In public-company sales, including public REITs, the acquired company continues to have the pre-closing liabilities and the selling shareholders retain no liability post-closing. The acquirer typically has the right to inspect the properties to gauge the scope of its potential liability and may require the target to perform environmental testing of the properties to assess liability. In some cases, the parties may negotiate environmental insurance coverage for known clean-up issues.Other typical liability issues
What other liability issues are typically major points of negotiation in the context of a real estate business combination?
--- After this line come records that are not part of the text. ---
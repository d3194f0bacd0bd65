"""Errors raised by the service layer itself (the app maps each to its HTTP status), and the
bound on how much of a request an error answer may repeat."""

from __future__ import annotations

import re

from fastapi import HTTPException

# An error answer repeats at most this many characters of any one piece of the request (a
# name, a key, a value), so a 10,000-character path or field is not sent back whole.
# Common practice, no source: long enough to recognise what was sent.
ECHO_LIMIT = 200


class PayloadTooLargeError(Exception):
    """A request over one of the size limits (answered with 413)."""

    def __init__(self, detail: str, field: str | None = None) -> None:
        super().__init__(detail)
        self.field = field


class InvalidFieldError(ValueError):
    """A request field with a value the service refuses (answered with 422 naming it)."""

    def __init__(self, detail: str, field: str) -> None:
        super().__init__(detail)
        self.field = field


class DuplicateKeyError(HTTPException):
    """A JSON object in the request body names the same key twice (answered with 422).

    A subclass of FastAPI's HTTPException so that FastAPI's body reader passes it on as it
    is, rather than turning it into a generic 400.
    """

    def __init__(self, key: str) -> None:
        self.field = clip(key, 60)
        super().__init__(
            status_code=422,
            detail=f'duplicate key "{self.field}" in a JSON object of the request body: '
            "send each key once",
        )


def clip(text: str, limit: int = ECHO_LIMIT) -> str:
    """``text`` cut to ``limit`` characters, saying how long it was when cut."""
    if len(text) <= limit:
        return text
    return f"{text[:limit]}... ({len(text)} characters)"


# a quoted piece (as repr() writes strings) or a run without white space, over the limit
_OVER = ECHO_LIMIT + 1
_LONG_PIECE = re.compile(rf"'[^']{{{_OVER},}}'|\"[^\"]{{{_OVER},}}\"|\S{{{_OVER},}}")
# an error message of ours is far shorter; past this it can only be repeating input
DETAIL_LIMIT = 2 * ECHO_LIMIT


def clip_echoes(detail: str) -> str:
    """An error message with every long piece of echoed input cut to :data:`ECHO_LIMIT`.

    Our messages quote what they repeat (``got 'x'``, ``no model named 'x'``) or repeat a
    single token (a path, a name); either kind of piece over the limit is cut, and a message
    still longer than :data:`DETAIL_LIMIT` is cut at that length.
    """
    if len(detail) <= ECHO_LIMIT:
        return detail
    clipped = _LONG_PIECE.sub(lambda m: clip(m.group(0)), detail)
    return clip(clipped, DETAIL_LIMIT)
As described in question 22, in a public-company real estate acquisition the selling shareholders do not retain any liability or risk of liability post-closing. Conversely, in the context of a private M&A deal, the sellers will often retain some risk of pre-closing liabilities. The scope of the liability risk the sellers agree to keep post-closing is the subject of significant negotiation. Issues include the threshold of damages giving rise to a claim, the cap on overall damages and the way in which the seller gives the acquirer comfort that it will be able to perform its obligation (eg, establishing an escrow arrangement, a holdback by the target or by delivering a guarantee from a creditworthy entity).Sellers’ representations regarding leases
In the context of a real estate business combination, what are the typical representations and covenants made by a seller regarding existing and new leases?
Common lease-related R&Ws include those relating to whether there are any defaults under leases in place, any outstanding amounts owed to tenants under the leases and whether the leases contain any right for the tenant to purchase an individual property. Typically, there will be a covenant in the purchase agreement preventing the target from entering into any new lease or leases above certain thresholds between signing and closing and restrictions on terminating existing leases.